Change Requests
Change requests let you propose, review, and publish process changes.
Most teams manage process changes through a mix of emails, paper forms, and manual approvals — leaving the request, the change, and the approval disconnected from each other and from the system itself. In Threaded, a Change Request (CR) is a key part of Version Control that ties all of that together: it’s how a process change moves from Development to Production, capturing the who, what, and why of every change directly inside the system.
#What a Change Request Contains
Every Change Request includes:
- Name: A clear label for the change being made
- Description and Reason: Context for what is changing and why
- Creator: The editor who opened the CR
- Scope: The specific parts of the process that are being modified
A CR can cover a single instruction or span multiple instructions across the value stream. Either way, it represents one cohesive improvement being released together.
#Who Can Open a Change Request
Change Requests can be opened by any Editor in an organization. Editors are the process owners and approvers responsible for maintaining and improving the instruction set. These are typically process or manufacturing engineers, quality team members, and managers of those teams.
Threaded users without Edit permissions, such as Operators, are unable to open Change Requests. If someone on the floor has feedback about a process, that flows through a separate actions workflow, where an engineer or other team member with Editor access can review and act on it.
#The Workflow: Draft → Change Request → Review → Publish
#1. Draft changes in Development
Editors can make changes to a draft in the Development environment freely without a Change Request. Add or change procedures, update cycle times, revise tooling, reorganize the flow. All of this can happen in Development without affecting what’s live in Production, and the drafted changes will persist until modified or published.
#2. Open a Change Request
When the change is ready to go to Production, an Editor opens a Change Request by clicking the “New Change Request” button under the Version Control tab. The CR captures the name, description, and scope of the change, and initiates the review and approval workflow.
#3. Review
A reviewer can be any other Editor in the organization. When they open the CR that is ready for review, they will see tabs for Conversation, Changes and Instructions. Only the subset of the process selected in the CR is surfaced for review, and unchanged instructions are not included.

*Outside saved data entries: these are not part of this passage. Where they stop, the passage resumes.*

#pragma once
/// \file validate_plan.hpp
/// The rules that give a part plan its meaning, apart from how it was written: parse_plan
/// applies them to every plan it reads, and a plan built in code (tests, bindings, Monte Carlo
/// studies) is held to the same rules by calling validate_plan itself. docs/plan.md states each
/// rule with its source and the bounds below.

#include <optional>
#include <string>

#include "cylzone/plan/plan.hpp"

namespace cylzone {

/// Largest magnitude of a plan length, in mm: coordinates, depths, heights, sizes and the
/// section gap lie within 10 m. A bore evaluated by cylzone fits on a machine table; beyond
/// that a value is a typing error (e.g. 1e308), not a part.
inline constexpr double plan_length_limit = 10000.0;
/// Largest tolerance (a zone diameter, or cylindricity), in mm. A 100 mm zone is far beyond any
/// bore tolerance that needs a measurement; larger values are typing errors.
inline constexpr double plan_tolerance_limit = 100.0;

/// Plausibility: a position or perpendicularity zone wider than this share of the bore's size
/// (its lower limit) gets a warning, one wider than the size itself is refused, unless the
/// tolerance says `wide_zone_intended = true` (docs/evaluation.md, "Plausibility checks").
inline constexpr double plan_tolerance_share_warning = 0.10;
/// Longest part id, serial number or note text, in bytes (one line of a report header).
inline constexpr std::size_t plan_identity_text_limit = 200;

/// A zone that is implausibly wide for its feature (see plan_tolerance_share_warning).
struct ZoneShareFinding {
  bool error = false;   ///< wider than the size itself
  std::string message;  ///< one line, lengths in `unit`, naming the value probably meant
};

/// The rule on a zone's width against a size (mm both): empty when `tolerance` is at most
/// plan_tolerance_share_warning of `size`, else a finding ("the position tolerance 20 mm is 167
/// % of the bore's size 12 mm, wider than the bore itself: was 0.02 meant? ..."), an error above
/// the size. `name` is "position" or "perpendicularity"; `size_what` names the size. A deep-bore
/// position or perpendicularity zone is microns on millimetres of diameter (ISO 286-1 grades
/// and the tolerances drawn with them; common practice): one of the size's order is almost
/// always a value typed in the wrong unit. validate_plan applies it with the limits of size,
/// the plausibility checks (check/plausibility.hpp) with the fitted diameter.
std::optional<ZoneShareFinding> zone_share_finding(const std::string& name, double tolerance,
                                                  double size, const std::string& size_what,
                                                  LengthUnit unit);

/// Checks every rule of a plan and settles what follows from them: each datum's `boundary`
/// (MMB when any position or perpendicularity references it at MMB, else LMB when any does,
/// else RMB). Throws InputError naming `plan.file`, the line recorded in the `where` of the
/// offending datum, bore or tolerance (0 for a plan built in code) and the key path, e.g.
/// "bore[P1].position.datums". Rules, in the order they are checked:
///  * the part has a name; ball-centre points are refused (no probe compensation yet);
///    the tip diameter and the plan-wide section gap are positive and bounded;
///  * datums are A (a plane), then optionally B (a bore or pin), then optionally C (any
///    kind, and only with B); directions are finite unit vectors; limits of size are positive
///    and in order; an MMB needs limits of size and lies on the material side of MMC; C as a
///    bore, pin, slot or tab has a basic location off B's axis, C as a plane an outward normal;
///  * there is at least one bore; ids are usable and unique; the nominal direction is a unit
///    vector crossing A, out of the material (z > 0); depth ranges are in order;
///  * tolerances are not negative, zero only at MMC or LMC, below plan_tolerance_limit, and
///    at MMC or LMC only with the bore's limits of size; position references defined datums
///    in the order A, B, C, modifiers only on datum features of size with limits of size;
///    perpendicularity references just A; a projected zone needs a straight axis;
///  * every length is within plan_length_limit; every bore has a tolerance;
///  * plausibility: a position or perpendicularity zone wider than the bore's size is refused
///    unless `wide_zone_intended`, one wider than plan_tolerance_share_warning of it warned;
///  * the [part] identity: printable one-line texts within plan_identity_text_limit, note keys
///    of letters, digits, '_', '-', '.', each once.
///  * the [decision] table: stated U and guard bands not negative and below
///    plan_tolerance_limit, a coverage factor from 1 to 10, a guard band rule with a guard band,
///    no guard band wider than half a bore's tolerance of its kind; a U above such a tolerance
///    is a warning (docs/plan.md, rules 34 to 37).
/// Sets `plan.warnings` to the plausibility warnings (replacing any earlier ones).
void validate_plan(PartPlan& plan);

/// The boundary datum `label` is referenced at in `plan` (the rule above); RMB when no
/// tolerance references it with a modifier.
MaterialBoundary referenced_boundary(const PartPlan& plan, char label) noexcept;

}  // namespace cylzone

The “Conversation” tab gives the user a place to provide and respond to feedback before approval, and run and review Process CI checks.
When they navigate to the “Changes” tab within a Change Request, they will see a clear diff showing exactly what has changed - instructions, wording, structure, parts, tools, and more.
The “Instructions” tab will show a clear visual comparison of work instructions before and after the proposed changes.
Additionally, AI-powered CI (Continuous Improvement/Continuous Integration) checks in the conversation tab automatically identify issues with completeness or quality, catching issues with images or language used in the instruction set that may make it difficult for operators to follow the instructions. All before a CR is approved and without the need of a full-time technical writer to review. This function can be kicked off at any time, by any editor or approver to support.
Reviews and CI checks can be set as required for release in the Configuration pane for Version control, or can be left as optional according to the needs of the organization. Reviews are the primary collaboration function in Threaded where a team can review, test, and edit changes together before releasing them to Production.
#4. Publish to Production
While under review, a CR will be marked as “pending” under Change Control. Once approved, the changes are published as a new version of the instruction set in Production. The Change Request is then automatically marked as released and becomes part of the version record — timestamped, attributed, and permanently linked to that release.
#The Audit Trail, Built In
The collaborative CR review process drives alignment, clarity, and education for the team developing the process. It ensures that changes to your instruction set are controlled, visible, and understood by the team before they reach Production. Compliance frameworks like ISO 9001 also require this type of review and approval, and in Threaded that requirement is satisfied as a natural outcome of the CR workflow — not as a separate documentation exercise after the fact. Every published version has an associated CR that records what changed, who requested it, and who approved it, building a complete improvement record and history along the way.